● **Material to process**:
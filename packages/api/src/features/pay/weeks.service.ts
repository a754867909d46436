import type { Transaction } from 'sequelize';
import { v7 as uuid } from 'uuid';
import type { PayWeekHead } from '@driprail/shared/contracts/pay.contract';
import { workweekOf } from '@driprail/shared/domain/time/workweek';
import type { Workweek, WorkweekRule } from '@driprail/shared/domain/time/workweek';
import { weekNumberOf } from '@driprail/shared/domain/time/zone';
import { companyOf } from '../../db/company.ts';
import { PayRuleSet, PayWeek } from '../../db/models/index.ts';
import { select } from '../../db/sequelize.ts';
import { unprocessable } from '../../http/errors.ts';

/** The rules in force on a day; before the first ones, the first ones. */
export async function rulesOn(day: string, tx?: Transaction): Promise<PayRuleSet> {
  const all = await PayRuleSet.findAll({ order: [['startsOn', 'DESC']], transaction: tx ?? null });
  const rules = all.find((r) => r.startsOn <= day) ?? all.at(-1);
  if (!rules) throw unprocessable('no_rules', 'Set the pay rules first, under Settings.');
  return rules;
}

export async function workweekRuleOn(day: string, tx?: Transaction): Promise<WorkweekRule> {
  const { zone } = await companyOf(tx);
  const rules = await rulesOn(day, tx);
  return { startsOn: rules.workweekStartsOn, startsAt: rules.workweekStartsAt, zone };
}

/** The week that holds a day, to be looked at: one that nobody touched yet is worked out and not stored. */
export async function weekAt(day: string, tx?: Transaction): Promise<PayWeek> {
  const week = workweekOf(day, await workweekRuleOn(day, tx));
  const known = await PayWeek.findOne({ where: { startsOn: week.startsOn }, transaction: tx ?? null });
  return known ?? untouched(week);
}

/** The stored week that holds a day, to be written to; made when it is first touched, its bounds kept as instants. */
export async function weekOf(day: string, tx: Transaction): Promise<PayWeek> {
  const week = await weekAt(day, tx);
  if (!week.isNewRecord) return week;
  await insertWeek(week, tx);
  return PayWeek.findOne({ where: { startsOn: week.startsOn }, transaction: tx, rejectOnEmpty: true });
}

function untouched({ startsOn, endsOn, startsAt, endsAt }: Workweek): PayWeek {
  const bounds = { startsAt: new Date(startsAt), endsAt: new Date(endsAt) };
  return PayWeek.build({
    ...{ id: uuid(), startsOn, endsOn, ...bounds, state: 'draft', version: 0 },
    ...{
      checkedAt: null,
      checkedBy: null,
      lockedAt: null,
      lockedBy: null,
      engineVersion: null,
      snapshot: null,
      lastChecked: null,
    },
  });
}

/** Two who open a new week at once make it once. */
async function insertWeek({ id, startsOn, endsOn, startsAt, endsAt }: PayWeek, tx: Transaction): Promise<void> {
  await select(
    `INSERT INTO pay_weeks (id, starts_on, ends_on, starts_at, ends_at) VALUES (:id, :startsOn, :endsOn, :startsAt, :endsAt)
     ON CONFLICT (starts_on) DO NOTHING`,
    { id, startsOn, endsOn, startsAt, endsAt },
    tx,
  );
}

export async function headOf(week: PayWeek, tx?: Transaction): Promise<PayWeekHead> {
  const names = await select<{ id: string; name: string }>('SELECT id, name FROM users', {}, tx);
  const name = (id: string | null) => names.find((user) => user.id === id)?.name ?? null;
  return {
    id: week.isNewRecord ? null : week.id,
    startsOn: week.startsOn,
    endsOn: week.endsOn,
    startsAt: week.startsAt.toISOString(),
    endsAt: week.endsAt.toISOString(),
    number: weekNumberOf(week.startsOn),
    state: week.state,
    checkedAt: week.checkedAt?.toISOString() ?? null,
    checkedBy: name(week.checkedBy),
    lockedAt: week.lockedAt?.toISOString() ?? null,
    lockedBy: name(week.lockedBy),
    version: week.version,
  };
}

...

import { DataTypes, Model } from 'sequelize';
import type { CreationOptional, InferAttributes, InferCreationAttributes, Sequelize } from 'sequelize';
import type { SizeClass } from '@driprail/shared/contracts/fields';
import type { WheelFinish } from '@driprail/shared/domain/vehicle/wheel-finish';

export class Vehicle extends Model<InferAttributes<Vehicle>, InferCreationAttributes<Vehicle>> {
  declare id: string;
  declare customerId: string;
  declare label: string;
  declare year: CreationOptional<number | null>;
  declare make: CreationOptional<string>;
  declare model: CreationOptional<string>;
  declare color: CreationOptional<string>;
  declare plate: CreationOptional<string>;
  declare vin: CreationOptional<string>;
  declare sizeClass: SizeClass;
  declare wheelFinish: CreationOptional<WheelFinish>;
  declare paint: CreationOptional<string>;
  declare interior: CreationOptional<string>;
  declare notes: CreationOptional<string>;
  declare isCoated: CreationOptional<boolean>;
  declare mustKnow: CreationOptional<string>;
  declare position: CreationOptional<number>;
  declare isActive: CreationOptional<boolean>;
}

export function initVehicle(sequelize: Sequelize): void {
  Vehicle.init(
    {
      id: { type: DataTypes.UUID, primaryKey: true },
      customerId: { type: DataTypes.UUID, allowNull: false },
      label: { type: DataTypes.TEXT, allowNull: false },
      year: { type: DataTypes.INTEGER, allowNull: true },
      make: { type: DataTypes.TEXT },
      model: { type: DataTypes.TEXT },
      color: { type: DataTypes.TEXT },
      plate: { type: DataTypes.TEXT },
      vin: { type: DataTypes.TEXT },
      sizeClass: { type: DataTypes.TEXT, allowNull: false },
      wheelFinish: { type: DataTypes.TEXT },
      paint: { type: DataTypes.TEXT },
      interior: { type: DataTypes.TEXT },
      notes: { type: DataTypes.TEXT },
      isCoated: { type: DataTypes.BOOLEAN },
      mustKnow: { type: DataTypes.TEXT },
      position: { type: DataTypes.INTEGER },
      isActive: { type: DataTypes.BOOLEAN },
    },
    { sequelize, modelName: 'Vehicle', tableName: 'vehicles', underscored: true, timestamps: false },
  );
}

● **What the exercise asks**:
Every line from the line containing "const week = workweekOf(day, await" through the line containing "as instants. */" in the records above must be retyped exactly. Leave out the rest.

● **Expected answer**:
  const week = workweekOf(day, await workweekRuleOn(day, tx));
  const known = await PayWeek.findOne({ where: { startsOn: week.startsOn }, transaction: tx ?? null });
  return known ?? untouched(week);
}

/** The stored week that holds a day, to be written to; made when it is first touched, its bounds kept as instants. */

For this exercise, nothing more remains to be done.